TASK BRIEF
When you reach the line containing "is not adopted." in the entries below, start writing out each line exactly, and stop after the line containing "now on comes".

Saved entries:

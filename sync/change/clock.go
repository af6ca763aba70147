package change

import (
	"fmt"
	"sync"
	"time"
)

// HLC is a reading of a hybrid logical clock (Kulkarni and others 2014): 48 bits of
// milliseconds since 1970 and a counter of 16 bits for readings within one millisecond.
type HLC uint64

const counterBits = 16

// MaxAhead is how far another device's clock may run ahead of ours and still move our own
// clock on. A reading beyond it stays in its change and is not adopted.
const MaxAhead = 24 * time.Hour

// HLCAt returns the first reading of t's millisecond; times before 1970 give 0.
func HLCAt(t time.Time) HLC {
	ms := t.UnixMilli()
	if ms < 0 {
		return 0
	}
	return HLC(uint64(ms) << counterBits)
}

// Time returns the wall clock part in UTC, to the millisecond.
func (h HLC) Time() time.Time { return time.UnixMilli(int64(h >> counterBits)).UTC() }

// Counter returns the number of the reading within its millisecond.
func (h HLC) Counter() uint16 { return uint16(h) }

// String returns time and counter.
func (h HLC) String() string {
	return fmt.Sprintf("%s+%d", h.Time().Format("2006-01-02T15:04:05.000Z"), h.Counter())
}

// Ahead reports whether the reading lies more than MaxAhead after now.
func (h HLC) Ahead(now time.Time) bool { return h > HLCAt(now.Add(MaxAhead)) }

// Clock gives readings that never repeat and never fall. Its zero value must not be used:
// see NewClock. It is safe for use by several goroutines.
type Clock struct {
	mu   sync.Mutex
	now  func() time.Time
	last HLC
}

// NewClock makes a clock over now (nil: time.Now). last is the highest reading this device
// gave or adopted before; one that lies more than MaxAhead in the future (the system's clock
// was set back after having been far ahead) is not gone on from.
func NewClock(now func() time.Time, last HLC) *Clock {
	if now == nil {
		now = time.Now
	}
	c := &Clock{now: now}
	c.Observe(last)
	return c
}

// Tick returns a reading higher than all before it.
func (c *Clock) Tick() HLC {
	c.mu.Lock()
	defer c.mu.Unlock()
	c.last = max(c.last+1, HLCAt(c.now()))
	return c.last
}

// Last returns the highest reading given or adopted so far.
func (c *Clock) Last() HLC {
	c.mu.Lock()
	defer c.mu.Unlock()
	return c.last
}

// Observe takes note of another device's reading, so that what is written from now on comes
// after it. It returns false, and adopts nothing, if the reading is more than MaxAhead ahead
// of this device's own system clock.
func (c *Clock) Observe(h HLC) bool {
	c.mu.Lock()
	defer c.mu.Unlock()
	if h.Ahead(c.now()) {
		return false
	}
	c.last = max(c.last, h)
	return true
}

SOLUTION BELOW
// clock on. A reading beyond it stays in its change and is not adopted.
const MaxAhead = 24 * time.Hour

// HLCAt returns the first reading of t's millisecond; times before 1970 give 0.
func HLCAt(t time.Time) HLC {
	ms := t.UnixMilli()
	if ms < 0 {
		return 0
	}
	return HLC(uint64(ms) << counterBits)
}

// Time returns the wall clock part in UTC, to the millisecond.
func (h HLC) Time() time.Time { return time.UnixMilli(int64(h >> counterBits)).UTC() }

// Counter returns the number of the reading within its millisecond.
func (h HLC) Counter() uint16 { return uint16(h) }

// String returns time and counter.
func (h HLC) String() string {
	return fmt.Sprintf("%s+%d", h.Time().Format("2006-01-02T15:04:05.000Z"), h.Counter())
}

// Ahead reports whether the reading lies more than MaxAhead after now.
func (h HLC) Ahead(now time.Time) bool { return h > HLCAt(now.Add(MaxAhead)) }

// Clock gives readings that never repeat and never fall. Its zero value must not be used:
// see NewClock. It is safe for use by several goroutines.
type Clock struct {
	mu   sync.Mutex
	now  func() time.Time
	last HLC
}

// NewClock makes a clock over now (nil: time.Now). last is the highest reading this device
// gave or adopted before; one that lies more than MaxAhead in the future (the system's clock
// was set back after having been far ahead) is not gone on from.
func NewClock(now func() time.Time, last HLC) *Clock {
	if now == nil {
		now = time.Now
	}
	c := &Clock{now: now}
	c.Observe(last)
	return c
}

// Tick returns a reading higher than all before it.
func (c *Clock) Tick() HLC {
	c.mu.Lock()
	defer c.mu.Unlock()
	c.last = max(c.last+1, HLCAt(c.now()))
	return c.last
}

// Last returns the highest reading given or adopted so far.
func (c *Clock) Last() HLC {
	c.mu.Lock()
	defer c.mu.Unlock()
	return c.last
}

// Observe takes note of another device's reading, so that what is written from now on comes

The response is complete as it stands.